§ **Working data**:

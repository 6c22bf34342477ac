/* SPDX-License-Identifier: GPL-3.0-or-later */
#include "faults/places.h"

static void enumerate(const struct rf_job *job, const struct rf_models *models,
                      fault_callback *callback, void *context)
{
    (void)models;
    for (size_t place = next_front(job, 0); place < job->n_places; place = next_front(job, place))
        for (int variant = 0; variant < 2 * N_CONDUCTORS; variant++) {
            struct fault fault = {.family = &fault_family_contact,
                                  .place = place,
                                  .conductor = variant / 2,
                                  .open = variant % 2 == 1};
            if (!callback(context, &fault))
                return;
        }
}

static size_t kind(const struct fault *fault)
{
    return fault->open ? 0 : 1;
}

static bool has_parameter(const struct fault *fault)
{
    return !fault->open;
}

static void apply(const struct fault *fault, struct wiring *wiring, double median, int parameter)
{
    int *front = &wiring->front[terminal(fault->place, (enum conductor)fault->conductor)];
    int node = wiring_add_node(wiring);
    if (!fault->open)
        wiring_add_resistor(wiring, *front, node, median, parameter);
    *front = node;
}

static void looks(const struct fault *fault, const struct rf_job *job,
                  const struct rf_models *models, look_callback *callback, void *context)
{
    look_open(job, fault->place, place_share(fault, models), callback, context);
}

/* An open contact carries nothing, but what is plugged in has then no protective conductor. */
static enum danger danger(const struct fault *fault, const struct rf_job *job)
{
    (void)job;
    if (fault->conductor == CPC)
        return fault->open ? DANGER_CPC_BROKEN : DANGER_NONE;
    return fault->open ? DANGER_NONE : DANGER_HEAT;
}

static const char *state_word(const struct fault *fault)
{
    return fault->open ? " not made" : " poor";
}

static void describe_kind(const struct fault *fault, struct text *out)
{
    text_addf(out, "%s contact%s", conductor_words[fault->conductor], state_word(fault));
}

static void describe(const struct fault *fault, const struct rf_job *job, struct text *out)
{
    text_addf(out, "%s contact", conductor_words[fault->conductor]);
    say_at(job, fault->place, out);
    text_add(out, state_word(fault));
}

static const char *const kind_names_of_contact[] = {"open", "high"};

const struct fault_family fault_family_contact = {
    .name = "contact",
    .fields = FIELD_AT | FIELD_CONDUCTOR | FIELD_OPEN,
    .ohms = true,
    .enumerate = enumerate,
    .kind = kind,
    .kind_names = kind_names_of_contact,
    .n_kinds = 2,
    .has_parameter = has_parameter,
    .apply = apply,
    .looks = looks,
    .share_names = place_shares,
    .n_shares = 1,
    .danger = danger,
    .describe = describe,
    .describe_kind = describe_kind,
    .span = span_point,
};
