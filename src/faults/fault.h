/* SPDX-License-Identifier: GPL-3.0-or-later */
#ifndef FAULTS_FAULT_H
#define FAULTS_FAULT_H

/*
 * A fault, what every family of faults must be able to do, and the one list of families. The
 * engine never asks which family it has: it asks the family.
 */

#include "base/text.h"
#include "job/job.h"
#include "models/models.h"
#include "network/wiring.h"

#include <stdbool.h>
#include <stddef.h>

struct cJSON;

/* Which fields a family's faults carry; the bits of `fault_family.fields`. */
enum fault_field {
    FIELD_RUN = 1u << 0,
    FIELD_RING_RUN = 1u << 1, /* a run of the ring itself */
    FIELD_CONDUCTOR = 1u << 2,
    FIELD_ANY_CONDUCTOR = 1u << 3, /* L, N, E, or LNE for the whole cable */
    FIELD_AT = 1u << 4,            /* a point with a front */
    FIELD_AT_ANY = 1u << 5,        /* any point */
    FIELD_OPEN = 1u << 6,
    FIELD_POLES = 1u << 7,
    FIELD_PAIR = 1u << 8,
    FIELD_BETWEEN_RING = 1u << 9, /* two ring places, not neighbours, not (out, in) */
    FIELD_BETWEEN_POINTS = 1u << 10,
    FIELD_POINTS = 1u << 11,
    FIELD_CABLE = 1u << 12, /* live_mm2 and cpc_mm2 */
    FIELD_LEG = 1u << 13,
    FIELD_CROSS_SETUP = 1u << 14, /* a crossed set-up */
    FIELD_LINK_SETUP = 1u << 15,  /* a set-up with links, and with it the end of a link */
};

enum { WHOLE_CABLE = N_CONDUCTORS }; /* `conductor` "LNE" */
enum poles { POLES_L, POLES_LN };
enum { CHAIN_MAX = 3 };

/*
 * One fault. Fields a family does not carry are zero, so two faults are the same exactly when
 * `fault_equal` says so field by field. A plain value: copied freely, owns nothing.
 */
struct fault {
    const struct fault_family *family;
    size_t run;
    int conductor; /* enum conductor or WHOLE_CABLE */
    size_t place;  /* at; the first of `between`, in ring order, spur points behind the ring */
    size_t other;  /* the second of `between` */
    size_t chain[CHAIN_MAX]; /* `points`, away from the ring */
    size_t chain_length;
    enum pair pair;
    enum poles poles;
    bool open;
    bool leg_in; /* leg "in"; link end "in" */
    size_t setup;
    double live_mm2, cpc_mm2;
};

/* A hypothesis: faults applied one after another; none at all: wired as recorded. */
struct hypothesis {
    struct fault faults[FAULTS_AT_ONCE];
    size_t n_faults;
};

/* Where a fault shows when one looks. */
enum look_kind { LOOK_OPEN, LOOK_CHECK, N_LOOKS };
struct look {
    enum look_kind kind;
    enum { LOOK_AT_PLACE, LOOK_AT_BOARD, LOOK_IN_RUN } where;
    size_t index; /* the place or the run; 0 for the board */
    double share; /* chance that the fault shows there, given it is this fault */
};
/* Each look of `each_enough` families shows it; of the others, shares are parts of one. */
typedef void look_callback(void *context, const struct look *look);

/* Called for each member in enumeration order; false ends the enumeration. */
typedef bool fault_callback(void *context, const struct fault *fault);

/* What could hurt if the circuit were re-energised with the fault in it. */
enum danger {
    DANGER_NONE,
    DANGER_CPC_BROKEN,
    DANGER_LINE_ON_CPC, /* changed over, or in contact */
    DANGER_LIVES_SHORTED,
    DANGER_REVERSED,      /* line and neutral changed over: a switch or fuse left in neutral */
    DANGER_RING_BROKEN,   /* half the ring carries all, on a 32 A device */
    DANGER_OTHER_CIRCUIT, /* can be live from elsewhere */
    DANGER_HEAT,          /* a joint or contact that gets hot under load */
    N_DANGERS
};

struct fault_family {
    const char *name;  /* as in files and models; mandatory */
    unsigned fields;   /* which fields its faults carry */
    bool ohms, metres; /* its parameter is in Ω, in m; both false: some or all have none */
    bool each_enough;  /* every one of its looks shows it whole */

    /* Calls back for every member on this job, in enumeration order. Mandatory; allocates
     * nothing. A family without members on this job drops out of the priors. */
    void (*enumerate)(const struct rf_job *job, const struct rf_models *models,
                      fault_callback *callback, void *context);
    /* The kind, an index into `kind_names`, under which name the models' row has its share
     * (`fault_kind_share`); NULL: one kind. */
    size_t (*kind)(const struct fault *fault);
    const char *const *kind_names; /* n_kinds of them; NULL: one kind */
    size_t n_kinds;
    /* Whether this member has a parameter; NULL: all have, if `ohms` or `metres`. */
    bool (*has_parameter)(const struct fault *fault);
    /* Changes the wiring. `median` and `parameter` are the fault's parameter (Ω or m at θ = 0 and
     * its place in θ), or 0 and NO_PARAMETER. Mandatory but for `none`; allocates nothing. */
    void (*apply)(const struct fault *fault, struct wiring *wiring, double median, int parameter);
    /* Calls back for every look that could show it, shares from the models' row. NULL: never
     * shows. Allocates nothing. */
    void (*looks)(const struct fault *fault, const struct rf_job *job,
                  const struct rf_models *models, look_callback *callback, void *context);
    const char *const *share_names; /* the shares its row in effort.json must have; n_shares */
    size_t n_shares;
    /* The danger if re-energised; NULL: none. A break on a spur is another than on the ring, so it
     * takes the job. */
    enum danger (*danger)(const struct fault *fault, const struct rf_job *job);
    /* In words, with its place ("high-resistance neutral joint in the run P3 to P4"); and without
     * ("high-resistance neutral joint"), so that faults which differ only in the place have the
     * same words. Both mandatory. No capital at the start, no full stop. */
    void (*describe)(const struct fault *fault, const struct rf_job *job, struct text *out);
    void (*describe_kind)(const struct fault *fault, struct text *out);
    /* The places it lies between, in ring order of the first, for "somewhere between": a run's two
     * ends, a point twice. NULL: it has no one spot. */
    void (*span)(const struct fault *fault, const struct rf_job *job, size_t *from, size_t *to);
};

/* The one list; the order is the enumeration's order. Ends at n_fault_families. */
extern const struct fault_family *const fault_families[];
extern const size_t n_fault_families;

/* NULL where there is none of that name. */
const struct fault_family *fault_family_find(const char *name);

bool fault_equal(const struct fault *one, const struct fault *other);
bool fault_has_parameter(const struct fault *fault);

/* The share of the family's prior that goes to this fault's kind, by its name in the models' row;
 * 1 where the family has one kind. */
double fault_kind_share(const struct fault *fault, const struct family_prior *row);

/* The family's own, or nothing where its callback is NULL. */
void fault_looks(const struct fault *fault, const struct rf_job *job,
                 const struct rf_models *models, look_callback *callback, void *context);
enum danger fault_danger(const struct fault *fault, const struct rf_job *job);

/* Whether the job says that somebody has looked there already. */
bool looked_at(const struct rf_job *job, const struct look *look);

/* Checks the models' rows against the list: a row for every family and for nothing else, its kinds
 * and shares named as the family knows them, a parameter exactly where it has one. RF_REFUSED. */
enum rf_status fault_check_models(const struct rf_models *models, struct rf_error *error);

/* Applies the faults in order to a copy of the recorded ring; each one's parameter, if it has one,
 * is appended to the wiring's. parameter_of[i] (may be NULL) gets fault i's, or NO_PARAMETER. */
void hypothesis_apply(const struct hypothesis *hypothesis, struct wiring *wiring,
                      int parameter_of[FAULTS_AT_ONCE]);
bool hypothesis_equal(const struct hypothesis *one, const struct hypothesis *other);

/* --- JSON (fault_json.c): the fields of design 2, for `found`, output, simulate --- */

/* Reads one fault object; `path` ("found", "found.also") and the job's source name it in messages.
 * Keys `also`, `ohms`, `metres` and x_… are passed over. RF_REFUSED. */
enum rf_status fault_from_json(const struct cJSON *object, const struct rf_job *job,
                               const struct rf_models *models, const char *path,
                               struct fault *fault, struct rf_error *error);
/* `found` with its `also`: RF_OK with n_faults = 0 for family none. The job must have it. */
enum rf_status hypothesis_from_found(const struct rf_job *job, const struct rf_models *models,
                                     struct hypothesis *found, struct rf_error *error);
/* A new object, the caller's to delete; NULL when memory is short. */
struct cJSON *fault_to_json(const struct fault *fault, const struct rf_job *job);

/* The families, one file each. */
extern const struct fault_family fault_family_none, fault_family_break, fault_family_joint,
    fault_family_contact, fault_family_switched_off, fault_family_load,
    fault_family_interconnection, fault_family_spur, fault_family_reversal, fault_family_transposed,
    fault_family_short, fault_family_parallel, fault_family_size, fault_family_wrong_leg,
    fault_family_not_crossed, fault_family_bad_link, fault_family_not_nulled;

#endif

==

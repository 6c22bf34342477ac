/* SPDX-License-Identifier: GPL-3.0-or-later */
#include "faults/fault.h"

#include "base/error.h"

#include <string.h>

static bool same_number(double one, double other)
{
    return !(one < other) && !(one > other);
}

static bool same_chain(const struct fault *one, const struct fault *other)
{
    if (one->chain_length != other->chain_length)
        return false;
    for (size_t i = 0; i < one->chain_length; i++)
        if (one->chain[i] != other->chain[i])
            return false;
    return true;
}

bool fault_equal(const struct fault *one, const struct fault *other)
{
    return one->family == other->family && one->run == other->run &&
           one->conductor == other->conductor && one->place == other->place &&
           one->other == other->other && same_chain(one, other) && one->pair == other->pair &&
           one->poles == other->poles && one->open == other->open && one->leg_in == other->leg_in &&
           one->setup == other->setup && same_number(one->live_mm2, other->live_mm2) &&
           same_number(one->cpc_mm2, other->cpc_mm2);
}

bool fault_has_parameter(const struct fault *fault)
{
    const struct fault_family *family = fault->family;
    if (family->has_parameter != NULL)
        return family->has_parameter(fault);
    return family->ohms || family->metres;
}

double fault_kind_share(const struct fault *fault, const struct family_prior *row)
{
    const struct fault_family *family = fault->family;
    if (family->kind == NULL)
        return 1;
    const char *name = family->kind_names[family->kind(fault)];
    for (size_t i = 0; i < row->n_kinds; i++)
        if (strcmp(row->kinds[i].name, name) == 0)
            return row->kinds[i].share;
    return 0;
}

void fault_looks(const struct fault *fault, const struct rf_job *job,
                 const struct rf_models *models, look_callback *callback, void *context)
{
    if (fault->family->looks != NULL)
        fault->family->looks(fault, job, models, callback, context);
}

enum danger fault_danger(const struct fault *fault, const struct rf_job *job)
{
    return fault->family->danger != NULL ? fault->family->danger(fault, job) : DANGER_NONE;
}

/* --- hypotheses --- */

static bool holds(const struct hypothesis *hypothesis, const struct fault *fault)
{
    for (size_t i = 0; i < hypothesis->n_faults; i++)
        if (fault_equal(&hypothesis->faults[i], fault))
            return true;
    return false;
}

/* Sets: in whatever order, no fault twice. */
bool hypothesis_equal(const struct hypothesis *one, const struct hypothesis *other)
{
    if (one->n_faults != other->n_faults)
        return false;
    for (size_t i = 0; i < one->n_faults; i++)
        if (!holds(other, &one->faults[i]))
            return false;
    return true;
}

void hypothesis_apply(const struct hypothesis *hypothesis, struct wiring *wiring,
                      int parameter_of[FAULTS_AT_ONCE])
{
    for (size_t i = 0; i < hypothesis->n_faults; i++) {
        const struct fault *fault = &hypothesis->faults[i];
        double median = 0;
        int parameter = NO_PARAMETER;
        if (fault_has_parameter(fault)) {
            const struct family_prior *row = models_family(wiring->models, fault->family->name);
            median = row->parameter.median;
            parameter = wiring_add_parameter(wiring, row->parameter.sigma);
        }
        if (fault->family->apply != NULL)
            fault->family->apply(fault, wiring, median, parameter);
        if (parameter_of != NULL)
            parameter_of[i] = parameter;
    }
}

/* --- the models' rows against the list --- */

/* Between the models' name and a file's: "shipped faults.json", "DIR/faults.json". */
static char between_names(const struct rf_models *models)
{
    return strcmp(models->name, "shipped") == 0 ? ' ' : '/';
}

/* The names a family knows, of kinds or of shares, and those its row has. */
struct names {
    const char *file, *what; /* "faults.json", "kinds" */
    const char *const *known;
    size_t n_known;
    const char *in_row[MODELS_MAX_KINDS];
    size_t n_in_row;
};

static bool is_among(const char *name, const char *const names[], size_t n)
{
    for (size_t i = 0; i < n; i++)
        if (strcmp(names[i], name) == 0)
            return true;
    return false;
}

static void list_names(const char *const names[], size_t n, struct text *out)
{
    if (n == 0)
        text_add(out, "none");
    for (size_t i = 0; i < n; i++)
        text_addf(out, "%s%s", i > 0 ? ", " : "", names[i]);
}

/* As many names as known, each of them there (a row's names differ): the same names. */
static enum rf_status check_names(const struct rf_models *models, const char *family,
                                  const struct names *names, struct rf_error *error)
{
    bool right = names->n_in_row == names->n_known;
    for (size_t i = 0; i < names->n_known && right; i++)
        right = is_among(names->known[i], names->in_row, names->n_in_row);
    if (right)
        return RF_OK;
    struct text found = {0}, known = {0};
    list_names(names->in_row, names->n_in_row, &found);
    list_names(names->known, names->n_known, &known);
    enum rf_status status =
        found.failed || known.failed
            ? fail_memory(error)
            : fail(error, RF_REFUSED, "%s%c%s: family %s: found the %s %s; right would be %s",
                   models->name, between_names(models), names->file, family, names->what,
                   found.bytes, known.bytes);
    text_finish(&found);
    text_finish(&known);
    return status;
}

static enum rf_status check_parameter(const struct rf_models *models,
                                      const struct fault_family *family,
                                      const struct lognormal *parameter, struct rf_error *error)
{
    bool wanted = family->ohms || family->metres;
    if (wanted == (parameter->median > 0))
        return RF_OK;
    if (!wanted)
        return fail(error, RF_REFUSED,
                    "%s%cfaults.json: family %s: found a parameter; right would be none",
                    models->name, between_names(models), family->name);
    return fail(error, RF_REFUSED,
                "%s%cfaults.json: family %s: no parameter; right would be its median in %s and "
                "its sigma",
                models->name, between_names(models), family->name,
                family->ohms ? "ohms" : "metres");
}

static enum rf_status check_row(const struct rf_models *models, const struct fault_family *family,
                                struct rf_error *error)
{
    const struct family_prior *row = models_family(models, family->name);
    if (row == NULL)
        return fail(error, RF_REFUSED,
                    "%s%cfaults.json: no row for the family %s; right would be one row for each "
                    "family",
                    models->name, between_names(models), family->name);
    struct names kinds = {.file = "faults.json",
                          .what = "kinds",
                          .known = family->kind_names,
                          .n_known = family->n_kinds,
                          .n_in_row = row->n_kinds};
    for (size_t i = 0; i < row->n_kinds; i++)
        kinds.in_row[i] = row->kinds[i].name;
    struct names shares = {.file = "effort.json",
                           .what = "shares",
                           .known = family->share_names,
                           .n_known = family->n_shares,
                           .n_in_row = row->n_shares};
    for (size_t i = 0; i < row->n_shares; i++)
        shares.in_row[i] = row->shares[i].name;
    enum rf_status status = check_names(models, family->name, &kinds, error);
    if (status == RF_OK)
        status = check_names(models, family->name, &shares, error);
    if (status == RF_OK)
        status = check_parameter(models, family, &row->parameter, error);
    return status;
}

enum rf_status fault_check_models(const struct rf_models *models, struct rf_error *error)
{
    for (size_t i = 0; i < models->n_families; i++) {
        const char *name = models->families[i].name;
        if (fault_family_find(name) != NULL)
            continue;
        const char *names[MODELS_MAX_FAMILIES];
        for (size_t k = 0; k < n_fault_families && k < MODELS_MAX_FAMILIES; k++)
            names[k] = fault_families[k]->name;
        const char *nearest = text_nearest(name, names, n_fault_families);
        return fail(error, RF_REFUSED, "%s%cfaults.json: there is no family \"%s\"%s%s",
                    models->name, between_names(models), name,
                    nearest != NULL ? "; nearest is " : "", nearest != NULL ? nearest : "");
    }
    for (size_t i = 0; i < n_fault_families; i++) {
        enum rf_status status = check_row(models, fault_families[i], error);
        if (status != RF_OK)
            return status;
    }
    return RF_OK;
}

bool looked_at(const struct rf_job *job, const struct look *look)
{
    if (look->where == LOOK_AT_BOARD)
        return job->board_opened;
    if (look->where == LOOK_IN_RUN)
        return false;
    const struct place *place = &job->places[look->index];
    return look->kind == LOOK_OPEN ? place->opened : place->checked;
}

§ **Exercise brief**: The answer must consist of every line above that holds the string "extern", copied exactly.

§ **Answer area**:
extern const struct fault_family *const fault_families[];
extern const size_t n_fault_families;
extern const struct fault_family fault_family_none, fault_family_break, fault_family_joint,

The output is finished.